ただし、交通付き宿泊の場合は割引上限額が8,000円(県民割は一律5,000円)に引き上げられ、平日利用であれば地域クーポンが3,000円(県民割は最大2,000円)になりますので、利用のしかたを工夫すれば県民割よりお得に旅行ができます。

「全国旅行支援(全国旅行割)」についてのQ&A

地域クーポンはどこでもらえるのか?またその使い方は?

「全国旅行支援(全国旅行割)」の地域クーポンは、予約した旅行会社から受け取るか、宿泊施設にチェックインする際に受け取ることになります。
付与された地域クーポンは、旅行先の都道府県内の対象店舗、飲食店、観光施設で利用することができます。
くわしい使い方、対象店舗については、今後開設される各都道府県の「全国旅行支援(全国旅行割)」公式サイトなどで確認できるようになります。

子どもも割引対象になる?

現在実施している「県民割」の実施条件は、各都道府県の判断に委ねられていますが、子どもに費用が発生する場合は割引対象としている都道府県が多いようです。
「全国旅行支援(全国旅行割)」の子ども割引についても、各都道府県の判断となりますので、利用の際は目的地の都道府県に確認することをおすすめします。

すでに予約済みの旅行は割引対象になる?

すでに10月11日以降の旅行を予約済みの方は、自分の予約が割引対象になるか気になるところですが、現時点では未定となっています。
一部の旅行予約サイトでは、すで既に予約済みの旅行についても、利用条件に合致している場合は事後割引(あとから割引)を適用する仕組みを考えているようです。
しかし、正式な発表前で詳細は不明ですので、今後の観光庁、旅行会社、旅行予約サイトなどの発表を待つことをおすすめします。
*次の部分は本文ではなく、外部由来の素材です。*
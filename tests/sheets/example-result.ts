import type { Result, StreamResult } from '../../src/model/result.ts';

function stream(
  from: string,
  to: string,
  state: {
    T: number;
    P: number;
    phase: StreamResult['phase'];
    vapour: number;
    H: number;
    S: number;
    density: number;
  },
  kmolPerH: Record<string, number>,
): StreamResult {
  const molarMass: Record<string, number> = { H2: 2.016, N2: 28.014, NH3: 17.031, Ar: 39.95 };
  const flow = Object.values(kmolPerH).reduce((sum, value) => sum + value, 0);
  const mass = Object.entries(kmolPerH).reduce((sum, [id, value]) => sum + value * molarMass[id]!, 0);
  return {
    from,
    to,
    temperature_K: state.T,
    pressure_bar: state.P,
    phase: state.phase,
    vapour_fraction: state.vapour,
    flow_kmol_h: flow,
    mass_kg_h: mass,
    normal_m3_h: flow * 22.413969545,
    enthalpy_kW: state.H,
    entropy_kW_K: state.S,
    density_kg_m3: state.density,
    components_kmol_h: kmolPerH,
    mole_fraction: Object.fromEntries(Object.entries(kmolPerH).map(([id, value]) => [id, value / flow])),
  };
}

/** An invented result with one of everything that a sheet has to show; its figures are no solution of a loop. */
export const exampleResult: Result = {
  looptally: 1,
  title: 'Ammonia loop, "condenser" study',
  case: 'cold condenser',
  convergence: {
    converged: true,
    method: 'anderson',
    passes: 9,
    residual: 1.234e-11,
    tears: ['S8'],
    history: [
      { pass: 1, residual: 0.81, worst: 'S8.H2', method: 'direct', note: '' },
      { pass: 2, residual: 0.0123, worst: 'S8.Ar', method: 'direct', note: '' },
      {
        pass: 3,
        residual: 1.234e-11,
        worst: 'S8.Ar',
        method: 'anderson',
        note: 'changed over: direct creeps',
      },
    ],
  },
  streams: {
    S1: stream(
      'makeup',
      'mixer',
      { T: 308.15, P: 200, phase: 'gas', vapour: 1, H: 401.5, S: -99.25, density: 60.1 },
      { H2: 4836, N2: 1612, NH3: 0, Ar: 52 },
    ),
    S2: stream(
      'mixer',
      'converter',
      { T: 301.4, P: 200, phase: 'gas', vapour: 1, H: -9120.4, S: -420.1, density: 71.3 },
      { H2: 17200.123, N2: 5733.4, NH3: 812.5, Ar: 2801 },
    ),
    S3: stream(
      'converter',
      'condenser',
      { T: 723.15, P: 196, phase: 'mixed', vapour: 0.99871, H: 51200, S: 12.5, density: 33.9 },
      { H2: 12400.5, N2: 4133.6, NH3: 4012, Ar: 2801 },
    ),
    S4: stream(
      'condenser.gas',
      'purge',
      { T: 248.15, P: 192, phase: 'gas', vapour: 1, H: -9000, S: -300, density: 80 },
      { H2: 12388.2, N2: 4125.5, NH3: 801, Ar: 2790 },
    ),
    S5: stream(
      'condenser.liquid',
      'out',
      { T: 248.15, P: 192, phase: 'liquid', vapour: 0, H: -61000.5, S: -200, density: 671 },
      { H2: 12.3, N2: 8.1, NH3: 3211, Ar: 11 },
    ),
    S6: stream(
      'purge.bleed',
      'out',
      { T: 248.15, P: 192, phase: 'gas', vapour: 1, H: -180, S: -6, density: 80 },
      { H2: 24.4, N2: 8.9, NH3: 1.6, Ar: 5.6 },
    ),
    S7: stream(
      'purge.rest',
      'circulator',
      { T: 248.15, P: 192, phase: 'gas', vapour: 1, H: -8820, S: -294, density: 80 },
      { H2: 12364.1, N2: 4121.4, NH3: 812.5, Ar: 2749 },
    ),
    S8: stream(
      'circulator',
      'mixer',
      { T: 252.9, P: 200, phase: 'gas', vapour: 1, H: -8500, S: -293.5, density: 81 },
      { H2: 12364.1, N2: 4121.4, NH3: 812.5, Ar: 1.2e-7 },
    ),
  },
  blocks: {
    mixer: { kind: 'mixer', duty_kW: 0, power_kW: 0, details: {} },
    converter: {
      kind: 'reactor',
      duty_kW: -48210.4,
      power_kW: 0,
      details: {
        carbon_activity: null,
        extents_kmol_h: { synthesis: 1599.75 },
        heat_of_reaction_kW: -42000.2,
        constant: 'Gibbs energies',
      },
    },
    condenser: {
      kind: 'condenser',
      duty_kW: -31044,
      power_kW: 0,
      details: { refrigeration_duty_kW: -12000, condensed: true },
    },
    purge: { kind: 'splitter', duty_kW: 0, power_kW: 0, details: {} },
    circulator: { kind: 'compressor', duty_kW: 0, power_kW: 812.34, details: {} },
  },
  figures: {
    per_pass_conversion: { converter: { H2: 0.27903, N2: 0.27905 } },
    overall_conversion: { H2: 0.99241, N2: 0.98945 },
    overall_yield: { product: 'NH3', reactant: 'H2', value: 0.9958 },
    production_t_d: 1312.5,
    recycle_ratio: 2.66124,
    inerts: { converter: 0.10553 },
    purge: {
      streams: ['S6'],
      flow_kmol_h: 40.5,
      fraction_of_makeup: 0.00623,
      lost_kmol_h: { H2: 24.4, N2: 8.9, NH3: 1.6, Ar: 5.6 },
      lost_fraction: { H2: 0.00505, N2: 0.00552, Ar: 0.10769 },
      lhv_MW: 1.78,
    },
    power_kW: { circulator: 812.34, refrigeration: 4100, total: 4912.34 },
    specific_power_kWh_t: 89.83,
    duty_kW: { mixer: 0, converter: -48210.4, condenser: -31044 },
    user: { hydrogen_slip: 0.00505, 'reactor outlet': 450, 'no value': null },
  },
  ledger: {
    H2: { in: 4836, formed: 0, consumed: 4799.3, out: { S5: 12.3, S6: 24.4 }, closure: 1.1e-12 },
    N2: { in: 1612, formed: 0, consumed: 1599.75, out: { S5: 8.1, S6: 8.9 }, closure: -2.94e-3 },
    NH3: { in: 0, formed: 3199.5, consumed: 0, out: { S5: 3211, S6: 1.6 }, closure: 4.1e-13 },
    Ar: { in: 52, formed: 0, consumed: 0, out: { S5: 11, S6: 5.6 }, closure: 0 },
  },
  closure: { mass: 3.2e-13, atoms: { H: 1.1e-12, N: 2.2e-12, Ar: 0 }, energy: 4.6e-12 },
  aims: {
    'inert cap': {
      reached: true,
      setting: 'purge.fractions.bleed',
      value: 0.00251,
      unit: '',
      target: 12,
      until: 'streams.S2.y.Ar = 12',
      achieved: 12.0000001,
      note: null,
    },
    'full yield': {
      reached: false,
      setting: 'condenser.temperature',
      value: 233.15,
      unit: 'K',
      target: 0.999,
      until: 'streams.S2.y.Ar = 0.999',
      achieved: 0.9958,
      note: 'the bound of -40 degC is in the way',
    },
  },
  warnings: [
    {
      code: 'below-range',
      where: 'condenser',
      message:
        'the vapour pressure of NH3 is used below the range it was fitted in, which is far from where this study works and makes this a long line',
    },
  ],
  assumptions: [
    'K(T) of synthesis from Gibbs energies (NASA polynomials, ATcT formation enthalpies).',
    'Gas <phase> by Soave-Redlich-Kwong with binary parameters | none for NH3-Ar.',
  ],
};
なお、「全国旅行支援(全国旅行割)」に加え、政府の水際対策緩和により、今後外国人観光客の受け入れが拡大することが予想されており、予約が取りづらくなるのではないかという心配の声も聞こえてきます。
そこでひと足早く旅行の予約をしてしまおうと考えている方も多いようですが、先に予約したものが本当に全国旅行支援(全国旅行割)の対象となるかは、まだ正式に決まっていません。
キャンセルして新たに予約するにしても、キャンセル不可の商品であったり、キャンセル料がかかったりする場合がありますので、旅行計画は正式発表を待って慎重に計画しましょう。

これが新しいGo Toトラベルなの?

「全国旅行支援(全国旅行割)」は県民割の拡大版として行われるものです。
この「全国旅行支援(全国旅行割)」終了後に、現在中断している新「Go Toトラベル」が再開される見込みとなっています。

支援窓口、問い合わせ窓口は?

利用方法や問い合わせ先等詳細についてははこれから発表されます。
実施するかどうか、実施内容をどうするか、地域クーポンが利用できる店はどこかなど詳細については、都道府県によって異なることから、旅行先となる各都道府県が今後開設する専用サイトへアクセスして情報を得るようにしましょう。

まとめ

「Go Toトラベル」「県民割」に続く新たな観光需要喚起策が「全国旅行支援(全国旅行割)」です。

交通付き宿泊旅行プランの方が宿泊のみよりも利用上限額が引き上げられていたり、平日利用の方が地域クーポンの付与額が増えたりするので、その特徴を理解して最大限有効活用すれば、「県民割」よりさらにお得に旅行ができます。

まだ具体的な利用方法や対象の都道府県など未確定の部分がありますので、正式発表を待ちがなら旅行を計画しましょう。